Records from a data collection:
====================
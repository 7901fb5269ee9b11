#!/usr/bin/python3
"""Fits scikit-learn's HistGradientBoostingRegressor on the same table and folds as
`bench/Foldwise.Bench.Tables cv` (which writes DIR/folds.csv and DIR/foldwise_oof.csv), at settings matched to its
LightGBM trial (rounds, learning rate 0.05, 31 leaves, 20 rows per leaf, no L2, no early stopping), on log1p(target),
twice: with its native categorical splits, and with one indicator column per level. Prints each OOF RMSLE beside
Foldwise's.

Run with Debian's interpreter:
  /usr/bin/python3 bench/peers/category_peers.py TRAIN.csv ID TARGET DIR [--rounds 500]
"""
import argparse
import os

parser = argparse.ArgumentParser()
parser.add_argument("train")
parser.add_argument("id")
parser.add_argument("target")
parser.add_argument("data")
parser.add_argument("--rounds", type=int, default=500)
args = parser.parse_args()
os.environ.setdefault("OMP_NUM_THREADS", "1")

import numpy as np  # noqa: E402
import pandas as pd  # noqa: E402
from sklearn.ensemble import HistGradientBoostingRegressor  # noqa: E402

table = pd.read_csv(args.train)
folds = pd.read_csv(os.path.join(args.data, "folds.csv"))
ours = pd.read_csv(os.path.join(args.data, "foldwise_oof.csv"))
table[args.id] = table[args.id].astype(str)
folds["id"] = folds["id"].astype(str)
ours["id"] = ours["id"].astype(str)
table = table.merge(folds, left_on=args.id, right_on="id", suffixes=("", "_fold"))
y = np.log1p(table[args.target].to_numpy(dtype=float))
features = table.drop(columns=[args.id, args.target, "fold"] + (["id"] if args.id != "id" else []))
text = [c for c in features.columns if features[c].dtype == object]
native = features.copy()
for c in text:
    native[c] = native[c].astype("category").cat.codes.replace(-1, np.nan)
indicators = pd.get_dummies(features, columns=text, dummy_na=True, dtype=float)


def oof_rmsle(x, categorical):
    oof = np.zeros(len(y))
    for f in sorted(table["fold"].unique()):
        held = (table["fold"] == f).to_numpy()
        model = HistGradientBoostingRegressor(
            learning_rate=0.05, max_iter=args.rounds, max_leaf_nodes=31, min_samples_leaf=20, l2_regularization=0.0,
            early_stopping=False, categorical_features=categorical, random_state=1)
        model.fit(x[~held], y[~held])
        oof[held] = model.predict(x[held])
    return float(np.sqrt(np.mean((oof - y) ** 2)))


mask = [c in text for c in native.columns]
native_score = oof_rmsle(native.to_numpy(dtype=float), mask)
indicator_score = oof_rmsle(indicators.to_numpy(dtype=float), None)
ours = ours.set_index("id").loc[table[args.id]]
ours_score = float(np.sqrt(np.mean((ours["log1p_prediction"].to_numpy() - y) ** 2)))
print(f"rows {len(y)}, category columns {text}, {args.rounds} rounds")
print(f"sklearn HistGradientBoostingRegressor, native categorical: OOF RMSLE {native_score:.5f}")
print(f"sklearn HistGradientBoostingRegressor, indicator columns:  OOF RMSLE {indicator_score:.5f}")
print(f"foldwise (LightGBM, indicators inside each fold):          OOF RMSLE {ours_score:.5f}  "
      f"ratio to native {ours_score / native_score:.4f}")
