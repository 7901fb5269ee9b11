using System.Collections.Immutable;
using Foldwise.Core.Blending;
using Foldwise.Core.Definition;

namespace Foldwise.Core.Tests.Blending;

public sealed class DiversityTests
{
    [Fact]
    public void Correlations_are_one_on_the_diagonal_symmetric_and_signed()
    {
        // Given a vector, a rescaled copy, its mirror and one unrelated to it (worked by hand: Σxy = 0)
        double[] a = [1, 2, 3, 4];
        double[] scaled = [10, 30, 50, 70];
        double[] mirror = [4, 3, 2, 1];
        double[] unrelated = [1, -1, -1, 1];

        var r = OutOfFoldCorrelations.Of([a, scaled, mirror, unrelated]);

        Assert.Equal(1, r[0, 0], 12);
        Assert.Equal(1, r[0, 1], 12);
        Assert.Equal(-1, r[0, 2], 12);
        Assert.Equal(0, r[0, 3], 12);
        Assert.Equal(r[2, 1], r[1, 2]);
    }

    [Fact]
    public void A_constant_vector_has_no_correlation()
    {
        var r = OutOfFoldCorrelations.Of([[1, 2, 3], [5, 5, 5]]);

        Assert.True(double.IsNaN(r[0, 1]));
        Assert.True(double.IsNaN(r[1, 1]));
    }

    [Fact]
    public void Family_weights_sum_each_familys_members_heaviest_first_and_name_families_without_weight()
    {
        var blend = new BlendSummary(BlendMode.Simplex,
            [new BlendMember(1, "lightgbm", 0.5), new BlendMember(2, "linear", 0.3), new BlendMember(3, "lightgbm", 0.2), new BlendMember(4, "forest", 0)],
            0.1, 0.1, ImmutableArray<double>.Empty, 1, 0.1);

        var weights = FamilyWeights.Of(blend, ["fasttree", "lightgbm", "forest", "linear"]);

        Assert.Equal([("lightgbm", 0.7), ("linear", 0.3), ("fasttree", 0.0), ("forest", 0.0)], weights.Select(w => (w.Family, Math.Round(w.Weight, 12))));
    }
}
====================
## The problem
Show the lines from the data above that contain the string "sqrt".

## Result of this task
    return float(np.sqrt(np.mean((oof - y) ** 2)))
ours_score = float(np.sqrt(np.mean((ours["log1p_prediction"].to_numpy() - y) ** 2)))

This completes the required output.